▶ _Data excerpts_
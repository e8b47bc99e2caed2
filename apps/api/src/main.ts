import 'reflect-metadata';
import { Logger } from '@nestjs/common';
import { NestFactory } from '@nestjs/core';
import type { NestExpressApplication } from '@nestjs/platform-express';
import { AppModule } from './app.module.js';
import { loadAppConfig } from './config/app-config.js';
import { setupApp } from './setup-app.js';

async function bootstrap(): Promise<void> {
  let config;
  try {
    config = loadAppConfig();
  } catch (e) {
    console.error(e instanceof Error ? e.message : String(e));
    process.exit(1);
  }
  const app = await NestFactory.create<NestExpressApplication>(AppModule.forRoot(config), {
    bufferLogs: false,
  });
  setupApp(app);
  await app.listen(config.port, config.host);
  Logger.log(`Roundbook listening on http://${config.host}:${config.port}`, 'Main');
}

void bootstrap();
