import 'reflect-metadata';
import { writeFileSync } from 'node:fs';
import path from 'node:path';
import { NestFactory } from '@nestjs/core';
import type { NestExpressApplication } from '@nestjs/platform-express';
import { AppModule } from './app.module.js';
import { toAppConfig } from './config/app-config.js';
import { EnvironmentVariables } from './config/env.validation.js';
import { setupApp } from './setup-app.js';

/**
 * Writes the OpenAPI document (apps/api/openapi.json, committed). Runs in Nest's preview mode, so no
 * database, storage or mail connection is made. `node dist/openapi.js [out]`.
 */
async function main(): Promise<void> {
  const env = Object.assign(new EnvironmentVariables(), {
    DB_HOST: '127.0.0.1',
    DB_PORT: 3306,
    DB_NAME: 'preview',
    DB_USER: 'preview',
    DB_PASSWORD: 'preview',
    JWT_SECRET: 'x'.repeat(32),
    S3_ENDPOINT: 'http://127.0.0.1:1',
    S3_BUCKET: 'preview',
    S3_ACCESS_KEY_ID: 'x',
    S3_SECRET_ACCESS_KEY: 'x',
    SMTP_HOST: '127.0.0.1',
    SMTP_PORT: 25,
  });
  const app = await NestFactory.create<NestExpressApplication>(AppModule.forRoot(toAppConfig(env)), {
    preview: true,
    logger: false,
  });
  const document = setupApp(app);
  const out = process.argv[2] ?? path.resolve(__dirname, '../openapi.json');
  writeFileSync(out, JSON.stringify(document, null, 2) + '\n');
  await app.close();
  console.log(`OpenAPI document written to ${out}`);
}

void main();
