import { Module, type DynamicModule, type MiddlewareConsumer, type NestModule } from '@nestjs/common';
import { APP_GUARD } from '@nestjs/core';
import { TypeOrmModule } from '@nestjs/typeorm';
import { DataSource, type DataSourceOptions } from 'typeorm';
import type { AppConfig } from './config/app-config.js';
import { AppConfigModule } from './config/app-config.module.js';
import { databaseOptions } from './database/options.js';
import { boundPoolWaits, poolOf, requestSignal } from './database/pool-wait.js';
import { MailModule } from './infrastructure/mail/mail.module.js';
import { StorageModule } from './infrastructure/storage/storage.module.js';
import { AppInfoController } from './modules/app-info/app-info.controller.js';
import { AuditModule } from './modules/audit/audit.module.js';
import { AuthModule } from './modules/auth/auth.module.js';
import { JwtAuthGuard } from './modules/auth/jwt-auth.guard.js';
import { BoardModule } from './modules/board/board.module.js';
import { HandoversModule } from './modules/handovers/handovers.module.js';
import { HazardsModule } from './modules/hazards/hazards.module.js';
import { HeadingsModule } from './modules/headings/headings.module.js';
import { HealthModule } from './modules/health/health.module.js';
import { LocalMailModule } from './modules/local-mail/local-mail.module.js';
import { LongSectionsModule } from './modules/long-sections/long-sections.module.js';
import { NoticeSettingsModule } from './modules/notice-settings/notice-settings.module.js';
import { PhotosModule } from './modules/photos/photos.module.js';
import { ProjectsModule } from './modules/projects/projects.module.js';
import { RoundsModule } from './modules/rounds/rounds.module.js';
import { SupportClassesModule } from './modules/support-classes/support-classes.module.js';
import { SupportRecordsModule } from './modules/support-records/support-records.module.js';
import { TeamModule } from './modules/team/team.module.js';
import { TriggerRulesModule } from './modules/trigger-rules/trigger-rules.module.js';

@Module({})
export class AppModule implements NestModule {
  static forRoot(config: AppConfig): DynamicModule {
    return {
      module: AppModule,
      imports: [
        AppConfigModule.forRoot(config),
        TypeOrmModule.forRootAsync({
          useFactory: () => ({ ...databaseOptions(config), retryAttempts: 3, retryDelay: 1000 }),
          // Every wait for a pooled connection is bounded (DB_POOL_WAIT_MS), and shed when its client has gone.
          dataSourceFactory: async (options) => {
            const dataSource = await new DataSource(options as DataSourceOptions).initialize();
            boundPoolWaits(poolOf(dataSource), config.database.poolWaitMs);
            return dataSource;
          },
        }),
        StorageModule,
        MailModule,
        AuditModule,
        AuthModule,
        ProjectsModule,
        HeadingsModule,
        SupportClassesModule,
        TriggerRulesModule,
        TeamModule,
        NoticeSettingsModule,
        RoundsModule,
        PhotosModule,
        HazardsModule,
        SupportRecordsModule,
        HandoversModule,
        BoardModule,
        LongSectionsModule,
        HealthModule,
        LocalMailModule,
        // The API also serves the built web app (setup-app.ts, common/http/web-app.ts): one address.
      ],
      controllers: [AppInfoController],
      providers: [{ provide: APP_GUARD, useClass: JwtAuthGuard }],
    };
  }

  /** Nest middleware runs after the body parsers, so the request's signal reaches its handler and guards. */
  configure(consumer: MiddlewareConsumer): void {
    consumer.apply(requestSignal).forRoutes('{*path}');
  }
}
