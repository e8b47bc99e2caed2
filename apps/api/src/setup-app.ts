import { ValidationPipe } from '@nestjs/common';
import type { NestExpressApplication } from '@nestjs/platform-express';
import { DocumentBuilder, SwaggerModule, type OpenAPIObject } from '@nestjs/swagger';
import helmet from 'helmet';
import { DomainExceptionFilter } from './common/errors/domain-exception.filter.js';
import { validationExceptionFactory } from './common/errors/validation-exception.factory.js';
import { guardedJson } from './common/http/guarded-json.js';
import { webAppHandler } from './common/http/web-app.js';
import { APP_CONFIG, type AppConfig } from './config/app-config.js';
import { APP_VERSION } from './modules/app-info/app-info.controller.js';

/** The object store's origin, for photos shown by signed URL; none when it cannot be read. */
function storageOrigin(config: AppConfig | undefined): string[] {
  try {
    return config ? [new URL(config.storage.endpoint).origin] : [];
  } catch {
    return [];
  }
}

/** Everything main.ts, the e2e tests and the OpenAPI export share: prefix, pipe, filter, docs. */
export function setupApp(app: NestExpressApplication): OpenAPIObject {
  let config: AppConfig | undefined;
  try {
    config = app.get<AppConfig>(APP_CONFIG, { strict: false });
  } catch {
    // preview mode (OpenAPI export): no providers, no requests
  }
  const trustProxy = config?.trustProxy ?? false;
  app.use(
    helmet({
      contentSecurityPolicy: {
        directives: {
          // Fluent's Griffel writes its styles into a <style> sheet at run time (stack-notes §12).
          'style-src': ["'self'", "'unsafe-inline'"],
          // Photos load from object storage by short-lived signed URLs (issue 14).
          'img-src': ["'self'", 'data:', 'blob:', ...storageOrigin(config)],
          'worker-src': ["'self'"],
          'frame-ancestors': ["'none'"],
          // Served over plain http on a site network too: upgrading would break it.
          'upgrade-insecure-requests': null,
        },
      },
      frameguard: { action: 'deny' },
      referrerPolicy: { policy: 'no-referrer' },
      // Only on https; an http site install must not be told to refuse itself.
      strictTransportSecurity: config?.appUrl.startsWith('https:') ?? false,
    }),
  );
  const web = config?.webDistDir ? webAppHandler(config.webDistDir, config.env === 'production') : undefined;
  if (web) app.use(web);
  // Size and depth limits per route, checked on the raw bytes before anything is parsed into classes.
  app.use(guardedJson());
  // X-Forwarded-For is believed only from the proxies TRUST_PROXY names (default: none), so a forged header
  // cannot pick the address the sign-in limits count.
  app.set('trust proxy', trustProxy);
  app.disable('x-powered-by');
  app.setGlobalPrefix('api');
  app.useGlobalPipes(
    new ValidationPipe({
      whitelist: true,
      forbidNonWhitelisted: true,
      transform: true,
      exceptionFactory: validationExceptionFactory,
    }),
  );
  app.useGlobalFilters(new DomainExceptionFilter());
  app.enableShutdownHooks();
  const document = SwaggerModule.createDocument(
    app,
    new DocumentBuilder()
      .setTitle('Roundbook API')
      .setDescription('Round-by-round face mapping and shift handover for tunnels and underground headings.')
      .setVersion(APP_VERSION)
      .addBearerAuth()
      .build(),
  );
  SwaggerModule.setup('api/docs', app, document, { jsonDocumentUrl: 'api/docs/openapi.json' });
  return document;
}
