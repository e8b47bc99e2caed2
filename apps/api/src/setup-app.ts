import { ValidationPipe } from '@nestjs/common';
import type { NestExpressApplication } from '@nestjs/platform-express';
import { DocumentBuilder, SwaggerModule, type OpenAPIObject } from '@nestjs/swagger';
import { DomainExceptionFilter } from './common/errors/domain-exception.filter.js';
import { validationExceptionFactory } from './common/errors/validation-exception.factory.js';
import { verifyJsonDepth } from './common/http/json-guard.js';
import { TextIntegrityPipe } from './common/http/text-integrity.pipe.js';
import { APP_VERSION } from './modules/app-info/app-info.controller.js';

/** Everything main.ts, the e2e tests and the OpenAPI export share: prefix, pipe, filter, docs. */
export function setupApp(app: NestExpressApplication): OpenAPIObject {
  // Nesting is checked on the raw bytes before parsing (a deep body cannot cost a stack overflow).
  // (Nest's option type leaves `verify` out because it uses it for rawBody, which Roundbook does not.)
  const jsonOptions = { limit: '2mb', verify: verifyJsonDepth };
  app.useBodyParser('json', jsonOptions);
  app.set('trust proxy', 'loopback');
  app.disable('x-powered-by');
  app.setGlobalPrefix('api');
  app.useGlobalPipes(
    new TextIntegrityPipe(),
    new ValidationPipe({
      whitelist: true,
      forbidNonWhitelisted: true,
      transform: true,
      exceptionFactory: validationExceptionFactory,
    }),
  );
  app.useGlobalFilters(new DomainExceptionFilter());
  app.enableShutdownHooks();
  const document = SwaggerModule.createDocument(
    app,
    new DocumentBuilder()
      .setTitle('Roundbook API')
      .setDescription('Round-by-round face mapping and shift handover for tunnels and underground headings.')
      .setVersion(APP_VERSION)
      .addBearerAuth()
      .build(),
  );
  SwaggerModule.setup('api/docs', app, document, { jsonDocumentUrl: 'api/docs/openapi.json' });
  return document;
}
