import 'reflect-metadata';
import { DataSource } from 'typeorm';
import { loadAppConfig } from './config/app-config.js';
import { databaseOptions } from './database/options.js';
import { seedDemo } from './database/seed/demo-seed.js';

/**
 * Operations for infra/ scripts: `node dist/cli.js check-env | migrate | seed`.
 * check-env prints every invalid variable and exits 1, before any service is started.
 */
async function main(command: string | undefined): Promise<void> {
  let config;
  try {
    config = loadAppConfig();
  } catch (e) {
    console.error(e instanceof Error ? e.message : String(e));
    process.exit(1);
  }
  if (command === 'check-env') {
    console.log('Environment is valid.');
    return;
  }
  const dataSource = new DataSource(databaseOptions(config));
  try {
    await dataSource.initialize();
    if (command === 'migrate') {
      const ran = await dataSource.runMigrations({ transaction: 'each' });
      console.log(
        ran.length
          ? `  applied ${ran.length} migration(s): ${ran.map((m) => m.name).join(', ')}`
          : '  database schema is up to date',
      );
    } else if (command === 'seed') {
      if (!config.demoPassword) throw new Error('DEMO_PASSWORD is not set; nothing seeded.');
      const seeded = await seedDemo(dataSource, config.demoPassword);
      console.log(
        seeded ? '  demo scenario seeded (empty database)' : '  database already holds data: demo not seeded',
      );
    } else {
      throw new Error(`Unknown command "${command ?? ''}". Use check-env, migrate or seed.`);
    }
  } finally {
    if (dataSource.isInitialized) await dataSource.destroy();
  }
}

main(process.argv[2]).catch((e: unknown) => {
  console.error(e instanceof Error ? e.message : String(e));
  process.exit(1);
});
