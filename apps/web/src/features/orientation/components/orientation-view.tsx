import {
  Button,
  Caption1,
  Field,
  Input,
  makeStyles,
  Radio,
  RadioGroup,
  Subtitle2,
  Switch,
  Table,
  TableBody,
  TableCell,
  TableHeader,
  TableHeaderCell,
  TableRow,
  Text,
  ToggleButton,
  tokens,
} from '@fluentui/react-components';
import { ArrowDownloadRegular, LassoRegular } from '@fluentui/react-icons';
import { jointKindLabels } from '@roundbook/domain';
import type { Drive, Net, Plane, TerzaghiSampling } from '@roundbook/geomath';
import { RMR_ORIENTATION_RULE, formatPlane } from '@roundbook/geomath';
import { TOUCH_TARGET_PX } from '@roundbook/ui';
import type { ReactNode } from 'react';
import { useMemo, useState } from 'react';
import { Link } from 'react-router-dom';
import { downloadPng, downloadSvg } from '@/features/orientation/components/download';
import { PoleChoiceBar } from '@/features/orientation/components/pole-choice-bar';
import { filePalette, screenPalette } from '@/features/orientation/components/screen-palette';
import { Stereonet } from '@/features/orientation/components/stereonet';
import type { FreeSurface } from '@/features/orientation/scene/daylight';
import { FREE_SURFACES } from '@/features/orientation/scene/daylight';
import { setColour } from '@/features/orientation/scene/palette';
import type { StereonetJoint, StereonetOptions } from '@/features/orientation/scene/stereonet-scene';
import {
  buildStereonetScene,
  lineNotations,
  netLabels,
  poleNotations,
  setOrder,
} from '@/features/orientation/scene/stereonet-scene';
import {
  KIND_LEGEND,
  markPath,
  RANDOM_SHAPE,
  setShape,
  shapePath,
} from '@/features/orientation/scene/symbols';

/** A joint to plot, with the lines the readout shows beside its notations and where to open it. */
export interface ViewJoint extends StereonetJoint {
  details: Array<{ label: string; value: string }>;
  /** Link to the round (and joint) it was mapped on. */
  href?: string;
}

/** A set to list beside the net. */
export interface ViewSet {
  label: string;
  mean: Plane;
  count: number;
  k: number | null;
  alpha95: number | null;
  /** RMR89 orientation assessment against the drive, in words, or null. */
  assessment: string | null;
}

export interface OrientationViewProps {
  joints: ViewJoint[];
  sets: ViewSet[];
  drive: Drive | null;
  highContrast: boolean;
  /** Terzaghi weights for the density, one per joint, with the words that state the weighting. */
  weighting?: { weights: number[]; label: string; sampling: TerzaghiSampling } | null;
  /** Base of the downloaded file's name (no extension). */
  fileName: string;
  /** What the net shows, in words (above the net). */
  caption: string;
  /** Extra controls (the heading's window and filters), shown above the net options. */
  children?: ReactNode;
  /** Friction angle the friction circle starts at (the project's, when there is one), degrees. */
  frictionAngle?: number;
  /**
   * Put joints in a set (a label) or take them out of their set (null), as the geologist's own choice: an
   * editable round. Absent or null: no choosing of poles (read only, or the heading's window).
   */
  onAssign?: ((ids: string[], label: string | null) => void) | null;
  /** Shown in the side column under the sets (e.g. the history of the sets along the heading). */
  aside?: ReactNode;
}

/**
 * Friction angle of the joints when the project gives none, degrees: the default of the kinematic screens
 * (packages/domain triggers.ts, common practice). The user can change it beside the switch.
 */
export const DEFAULT_FRICTION_ANGLE = 30;

/** viewBox size of the net on screen; CSS scales it to the space available. */
const SCREEN_SIZE = 560;
const FILE_SIZE = 900;

const useStyles = makeStyles({
  root: { display: 'flex', flexDirection: 'column', gap: tokens.spacingVerticalM },
  options: {
    display: 'flex',
    flexWrap: 'wrap',
    gap: tokens.spacingHorizontalL,
    alignItems: 'center',
  },
  option: { minHeight: `${TOUCH_TARGET_PX}px` },
  body: { display: 'flex', flexWrap: 'wrap', gap: tokens.spacingHorizontalXXL, alignItems: 'flex-start' },
  net: { flex: '1 1 24rem', minWidth: '18rem', maxWidth: '40rem' },
  side: { flex: '1 1 20rem', display: 'flex', flexDirection: 'column', gap: tokens.spacingVerticalM },
  readout: {
    padding: tokens.spacingHorizontalM,
    border: `${tokens.strokeWidthThin} solid ${tokens.colorNeutralStroke2}`,
    borderRadius: tokens.borderRadiusLarge,
    backgroundColor: tokens.colorNeutralBackground2,
  },
  list: {
    display: 'grid',
    gridTemplateColumns: 'max-content 1fr',
    columnGap: tokens.spacingHorizontalL,
    rowGap: '2px',
    margin: 0,
  },
  dt: { color: tokens.colorNeutralForeground3 },
  dd: { margin: 0, fontWeight: tokens.fontWeightSemibold },
  notes: { color: tokens.colorNeutralForeground2 },
  caution: {
    color: tokens.colorNeutralForeground2,
    borderLeft: `${tokens.strokeWidthThick} solid ${tokens.colorPaletteDarkOrangeBorder2}`,
    paddingLeft: tokens.spacingHorizontalS,
  },
  key: {
    display: 'flex',
    flexWrap: 'wrap',
    gap: tokens.spacingHorizontalM,
    color: tokens.colorNeutralForeground2,
  },
  keyItem: { display: 'inline-flex', alignItems: 'center', gap: tokens.spacingHorizontalXS },
  big: { minHeight: `${TOUCH_TARGET_PX}px` },
  choose: {
    display: 'flex',
    flexWrap: 'wrap',
    alignItems: 'center',
    gap: tokens.spacingHorizontalM,
    marginBottom: tokens.spacingVerticalS,
  },
});

/** A set's or kind's symbol as a small inline picture. */
export function SymbolSwatch({
  setIndex,
  colour,
  paper,
  kind = 'joint',
}: {
  setIndex: number | null;
  colour: string;
  paper: string;
  kind?: StereonetJoint['kind'];
}) {
  const style = KIND_LEGEND.find((k) => k.kind === kind)?.style;
  const solid = style?.fill === 'solid';
  const mark = style ? markPath(style.mark, 10, 10, 6) : '';
  return (
    <svg width="20" height="20" viewBox="0 0 20 20" aria-hidden="true">
      <path
        d={shapePath(setIndex === null ? RANDOM_SHAPE : setShape(setIndex), 10, 10, 6)}
        fill={solid ? colour : paper}
        stroke={colour}
        strokeWidth={style?.outline === 2 ? 2.2 : 1.2}
      />
      {mark &&
        (style?.mark === 'dot' ? (
          <path d={mark} fill={colour} />
        ) : (
          <path d={mark} stroke={solid ? paper : colour} strokeWidth={1.2} />
        ))}
    </svg>
  );
}

const fixed = (v: number | null, digits: number) =>
  v === null || !Number.isFinite(v) ? '—' : v.toFixed(digits);
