/** A multi-line text field bound to the form (the alignment segments, one a line). */
function FormikTextareaField({ name, label, hint }: { name: string; label: string; hint: string }) {
  const [field, meta] = useField<string>(name);
  const error = meta.touched && meta.error ? meta.error : undefined;
  return (
    <Field
      label={label}
      hint={hint}
      size="large"
      validationState={error ? 'error' : 'none'}
      validationMessage={error}
    >
      <Textarea {...field} value={field.value} resize="vertical" rows={3} />
    </Field>
  );
}

function StagesField() {
  const styles = useStyles();
  const [field, meta, helpers] = useField<ExcavationStage[]>('stages');
  const showError = meta.touched && typeof meta.error === 'string';
  return (
    <fieldset className={styles.plain} aria-describedby={showError ? 'stages-error' : undefined}>
      <legend className={styles.plainLegend}>Stages in use</legend>
      <div className={styles.choices}>
        {STAGES.map((stage) => (
          <Checkbox
            key={stage}
            className={styles.check}
            size="large"
            label={stageLabels[stage]}
            checked={field.value.includes(stage)}
            onChange={(_event, data) => {
              const next =
                data.checked === true
                  ? STAGES.filter((s) => s === stage || field.value.includes(s))
                  : field.value.filter((s) => s !== stage);
              void helpers.setValue(next);
              void helpers.setTouched(true, false);
            }}
          />
        ))}
      </div>
      {showError && (
        <div id="stages-error" role="alert" className={styles.error}>
          {meta.error}
        </div>
      )}
    </fieldset>
  );
}

function chainageHintText(values: HeadingFormValues): string {
  try {
    const metres = headingSchema.fields.startChainage.cast(values.startChainage) as number;
    const decimals = Number(values.chainageDecimals);
    return `Shown as ${formatChainage(metres, { style: values.chainageStyle, decimals })}`;
  } catch {
    return 'Type 1+250.0 or 1250.0';
  }
}

function ChainageHint() {
  const { values } = useFormikContext<HeadingFormValues>();
  return <>{chainageHintText(values)}</>;
}

function Preview() {
  const { values } = useFormikContext<HeadingFormValues>();
  const n = (s: string) => {
    const v = typedNumber(s);
    return v === undefined || Number.isNaN(v) ? undefined : v;
  };
  return (
    <ProfilePreview
      shape={values.profileShape === '' ? undefined : values.profileShape}
      width={n(values.profileWidth)}
      height={n(values.profileHeight)}
      axisHeight={n(values.axisHeight)}
    />
  );
}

▶ _DIRECTIONS FOR THIS TASK_
Copy out each line of the entries where the word "components" is found.

▶ _RESULT_
filename apps/web/src/features/orientation/components/orientation-view.tsx
} from '@fluentui/react-components';
import { downloadPng, downloadSvg } from '@/features/orientation/components/download';
import { PoleChoiceBar } from '@/features/orientation/components/pole-choice-bar';
import { filePalette, screenPalette } from '@/features/orientation/components/screen-palette';
import { Stereonet } from '@/features/orientation/components/stereonet';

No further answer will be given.